[Stored items]
┌──

"use client";
// Every incident kept with its origin ranking, and beside the history: which components actually
// caused incidents next to the ones the measures rank highest.
import { createColumnHelper } from "@tanstack/react-table";
import Link from "next/link";
import { Badge } from "@/components/ui/Badge";
import { Card } from "@/components/ui/Card";
import { DataTable } from "@/components/ui/data-table/DataTable";
import { ListSelect } from "@/components/ui/data-table/filters";
import { useListState } from "@/components/ui/data-table/list-state";
import { pinchScore } from "@/components/ui/format";
import { When } from "@/components/ui/When";
import { INCIDENT_LIST, incidentHistoryResponseSchema, type IncidentRow } from "@/lib/api/schemas/incidents";
import { useApi } from "@/lib/client/api";
import { INCIDENT_REFRESH_MS } from "./refresh";

const col = createColumnHelper<IncidentRow>();

function duration(row: IncidentRow): string {
  const end = row.resolvedAt ? Date.parse(row.resolvedAt) : Date.now();
  const minutes = Math.max(0, Math.round((end - Date.parse(row.openedAt)) / 60_000));
  return minutes < 60 ? `${minutes} min` : `${Math.floor(minutes / 60)} h ${minutes % 60} min`;
}

function columns(env: string, link: (k: string) => React.ReactNode) {
  return [
    col.accessor("number", {
      header: "#",
      meta: { fixed: true },
      cell: (i) => (
        <Link href={`/environments/${env}/incidents/${i.getValue()}`} className="font-mono text-brass hover:underline">
          #{i.getValue()}
        </Link>
      ),
    }),
    col.accessor("openedAt", { header: "Opened", cell: (i) => <When at={i.getValue()} /> }),
    col.display({ id: "lasted", header: "Lasted", cell: (i) => (i.row.original.status === "open" ? <Badge tone="down">open, {duration(i.row.original)}</Badge> : duration(i.row.original)) }),
    col.accessor("peakFiring", { header: "Peak", meta: { numeric: true, help: "Most components firing at once" }, cell: (i) => `${i.getValue()} firing` }),
    col.accessor("alertCount", { header: "Alerts", meta: { numeric: true } }),
    col.display({
      id: "origin",
      header: "Probable origin",
      cell: (i) => {
        const r = i.row.original.ranking;
        const origin = r?.origins[0];
        if (!origin) return <span className="text-faint">none found</span>;
        return (
          <>
            {link(origin.key)} <span className="text-muted">explains {origin.explains} of {r.firing.length}</span>
            {r.origins.length > 1 && <span className="text-muted"> (+{r.origins.length - 1} more)</span>}
          </>
        );
      },
    }),
    col.display({ id: "snapshot", header: "Snapshot", cell: (i) => <span className="font-mono text-xs">{i.row.original.ranking?.snapshot ? `#${i.row.original.ranking.snapshot.number}` : "—"}</span> }),
    col.accessor("resolvedBy", { header: "Closed by", meta: { hidden: true }, cell: (i) => i.getValue() ?? <span className="text-faint">its alerts</span> }),
  ];
}

export function IncidentHistory({ env }: { env: string }) {
  const list = useListState(INCIDENT_LIST, { filters: ["status"], prefix: "history", pageSize: 25 });
  const history = useApi(incidentHistoryResponseSchema, `/api/v1/environments/${env}/incidents?${list.query}`, { refreshInterval: INCIDENT_REFRESH_MS, keepPreviousData: true });
  const data = history.data;
  const link = (k: string) => (
    <Link href={`/environments/${env}/components/${encodeURIComponent(k)}`} className="font-mono text-ink hover:text-brass">
      {k}
    </Link>
  );
  return (
    <section className="space-y-4" aria-labelledby="incident-history">
      <h2 id="incident-history" className="pt-2 text-lg font-semibold">
        History
      </h2>
      {history.error && <p role="alert" className="text-sm text-down">Could not load the history: {history.error.message}</p>}
      {data && data.causes.length + data.predicted.length > 0 && (
        <div className="grid gap-4 lg:grid-cols-2">
          <Card title="What caused incidents">
            <p className="mb-2 text-xs text-muted">The first probable origin of each incident, at its peak, with the component&apos;s rank among today&apos;s pinch points (betweenness first, as on the pinch-points screen).</p>
            {data.causes.length === 0 ? (
              <p className="text-sm text-muted">No incident had a probable origin yet.</p>
            ) : (
              <ol className="space-y-1 text-sm" data-testid="causes">
                {data.causes.map((c) => (
                  <li key={c.key} className="flex items-center gap-2">
                    {link(c.key)}
                    <span className="text-muted">
                      {c.incidents} incident{c.incidents === 1 ? "" : "s"}, last <When at={c.lastAt} />
                    </span>
                    <span className="ml-auto">
                      {c.pinchRank !== null ? <Badge tone={c.pinchRank <= 10 ? "info" : "muted"}>rank {c.pinchRank}</Badge> : <Badge tone="degraded">not in today&apos;s ranking</Badge>}
                    </span>
                  </li>
                ))}
              </ol>
            )}
          </Card>
          <Card title="What the measures predict">
            <p className="mb-2 text-xs text-muted">The top ten of the pinch-point ranking (betweenness first), and how many incidents each was the probable origin of.</p>
            <ol className="space-y-1 text-sm" data-testid="predicted-pinch-points">
              {data.predicted.map((p) => (
                <li key={p.key} className="flex items-center gap-2">
                  <span className="w-5 text-right font-mono text-xs text-faint">{p.pinchRank}</span>
                  {link(p.key)}
                  <span className="font-mono text-xs text-muted">pinch score {pinchScore(p.pinchScore)}</span>
                  <span className="ml-auto">{p.incidents > 0 ? <Badge tone="down">caused {p.incidents}</Badge> : <span className="text-xs text-faint">no incident</span>}</span>
                </li>
              ))}
            </ol>
          </Card>
        </div>
      )}
      <DataTable
        id="incident-history"
        caption="Incidents"
        columns={columns(env, link)}
        data={data?.items}
        rowKey={(i) => String(i.number)}
        error={history.error}
        paging={{ mode: "server", list, total: data?.total }}
        noun={["incident", "incidents"]}
        empty={list.filters.status ? "No incident with this status." : "No incident yet: one opens with the first alert and closes when the last one resolves."}
        filters={
          <ListSelect
            list={list}
            name="status"
            label="Status"
            all="Open and resolved"
            options={[
              { value: "open", label: "Open" },
              { value: "resolved", label: "Resolved" },
            ]}
          />
        }
      />
    </section>
  );
}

└──

Copy all data exactly, start to finish.

- _Response area_
"use client";
// Every incident kept with its origin ranking, and beside the history: which components actually
// caused incidents next to the ones the measures rank highest.
import { createColumnHelper } from "@tanstack/react-table";
import Link from "next/link";
import { Badge } from "@/components/ui/Badge";
import { Card } from "@/components/ui/Card";
import { DataTable } from "@/components/ui/data-table/DataTable";
import { ListSelect } from "@/components/ui/data-table/filters";
import { useListState } from "@/components/ui/data-table/list-state";
import { pinchScore } from "@/components/ui/format";
import { When } from "@/components/ui/When";
import { INCIDENT_LIST, incidentHistoryResponseSchema, type IncidentRow } from "@/lib/api/schemas/incidents";
import { useApi } from "@/lib/client/api";
import { INCIDENT_REFRESH_MS } from "./refresh";

const col = createColumnHelper<IncidentRow>();

function duration(row: IncidentRow): string {
  const end = row.resolvedAt ? Date.parse(row.resolvedAt) : Date.now();
  const minutes = Math.max(0, Math.round((end - Date.parse(row.openedAt)) / 60_000));
  return minutes < 60 ? `${minutes} min` : `${Math.floor(minutes / 60)} h ${minutes % 60} min`;
}

function columns(env: string, link: (k: string) => React.ReactNode) {
  return [
    col.accessor("number", {
      header: "#",
      meta: { fixed: true },
      cell: (i) => (
        <Link href={`/environments/${env}/incidents/${i.getValue()}`} className="font-mono text-brass hover:underline">
          #{i.getValue()}
        </Link>
      ),
    }),
    col.accessor("openedAt", { header: "Opened", cell: (i) => <When at={i.getValue()} /> }),
    col.display({ id: "lasted", header: "Lasted", cell: (i) => (i.row.original.status === "open" ? <Badge tone="down">open, {duration(i.row.original)}</Badge> : duration(i.row.original)) }),
    col.accessor("peakFiring", { header: "Peak", meta: { numeric: true, help: "Most components firing at once" }, cell: (i) => `${i.getValue()} firing` }),
    col.accessor("alertCount", { header: "Alerts", meta: { numeric: true } }),
    col.display({
      id: "origin",
      header: "Probable origin",
      cell: (i) => {
        const r = i.row.original.ranking;
        const origin = r?.origins[0];
        if (!origin) return <span className="text-faint">none found</span>;
        return (
          <>
            {link(origin.key)} <span className="text-muted">explains {origin.explains} of {r.firing.length}</span>
            {r.origins.length > 1 && <span className="text-muted"> (+{r.origins.length - 1} more)</span>}
          </>
        );
      },
    }),
    col.display({ id: "snapshot", header: "Snapshot", cell: (i) => <span className="font-mono text-xs">{i.row.original.ranking?.snapshot ? `#${i.row.original.ranking.snapshot.number}` : "—"}</span> }),
    col.accessor("resolvedBy", { header: "Closed by", meta: { hidden: true }, cell: (i) => i.getValue() ?? <span className="text-faint">its alerts</span> }),
  ];
}

export function IncidentHistory({ env }: { env: string }) {
  const list = useListState(INCIDENT_LIST, { filters: ["status"], prefix: "history", pageSize: 25 });
  const history = useApi(incidentHistoryResponseSchema, `/api/v1/environments/${env}/incidents?${list.query}`, { refreshInterval: INCIDENT_REFRESH_MS, keepPreviousData: true });
  const data = history.data;
  const link = (k: string) => (
    <Link href={`/environments/${env}/components/${encodeURIComponent(k)}`} className="font-mono text-ink hover:text-brass">
      {k}
    </Link>
  );
  return (
    <section className="space-y-4" aria-labelledby="incident-history">
      <h2 id="incident-history" className="pt-2 text-lg font-semibold">
        History
      </h2>
      {history.error && <p role="alert" className="text-sm text-down">Could not load the history: {history.error.message}</p>}
      {data && data.causes.length + data.predicted.length > 0 && (
        <div className="grid gap-4 lg:grid-cols-2">
          <Card title="What caused incidents">
            <p className="mb-2 text-xs text-muted">The first probable origin of each incident, at its peak, with the component&apos;s rank among today&apos;s pinch points (betweenness first, as on the pinch-points screen).</p>
            {data.causes.length === 0 ? (
              <p className="text-sm text-muted">No incident had a probable origin yet.</p>
            ) : (
              <ol className="space-y-1 text-sm" data-testid="causes">
                {data.causes.map((c) => (
                  <li key={c.key} className="flex items-center gap-2">
                    {link(c.key)}
                    <span className="text-muted">
                      {c.incidents} incident{c.incidents === 1 ? "" : "s"}, last <When at={c.lastAt} />
                    </span>
                    <span className="ml-auto">
                      {c.pinchRank !== null ? <Badge tone={c.pinchRank <= 10 ? "info" : "muted"}>rank {c.pinchRank}</Badge> : <Badge tone="degraded">not in today&apos;s ranking</Badge>}
                    </span>
                  </li>
                ))}
              </ol>
            )}
          </Card>
          <Card title="What the measures predict">
            <p className="mb-2 text-xs text-muted">The top ten of the pinch-point ranking (betweenness first), and how many incidents each was the probable origin of.</p>
            <ol className="space-y-1 text-sm" data-testid="predicted-pinch-points">
              {data.predicted.map((p) => (
                <li key={p.key} className="flex items-center gap-2">
                  <span className="w-5 text-right font-mono text-xs text-faint">{p.pinchRank}</span>
                  {link(p.key)}
                  <span className="font-mono text-xs text-muted">pinch score {pinchScore(p.pinchScore)}</span>
                  <span className="ml-auto">{p.incidents > 0 ? <Badge tone="down">caused {p.incidents}</Badge> : <span className="text-xs text-faint">no incident</span>}</span>
                </li>
              ))}
            </ol>
          </Card>
        </div>
      )}
      <DataTable
        id="incident-history"
        caption="Incidents"
        columns={columns(env, link)}
        data={data?.items}
        rowKey={(i) => String(i.number)}
        error={history.error}
        paging={{ mode: "server", list, total: data?.total }}
        noun={["incident", "incidents"]}
        empty={list.filters.status ? "No incident with this status." : "No incident yet: one opens with the first alert and closes when the last one resolves."}
        filters={
          <ListSelect
            list={list}
            name="status"
            label="Status"
            all="Open and resolved"
            options={[
              { value: "open", label: "Open" },
              { value: "resolved", label: "Resolved" },
            ]}
          />
        }
      />
    </section>
  );
}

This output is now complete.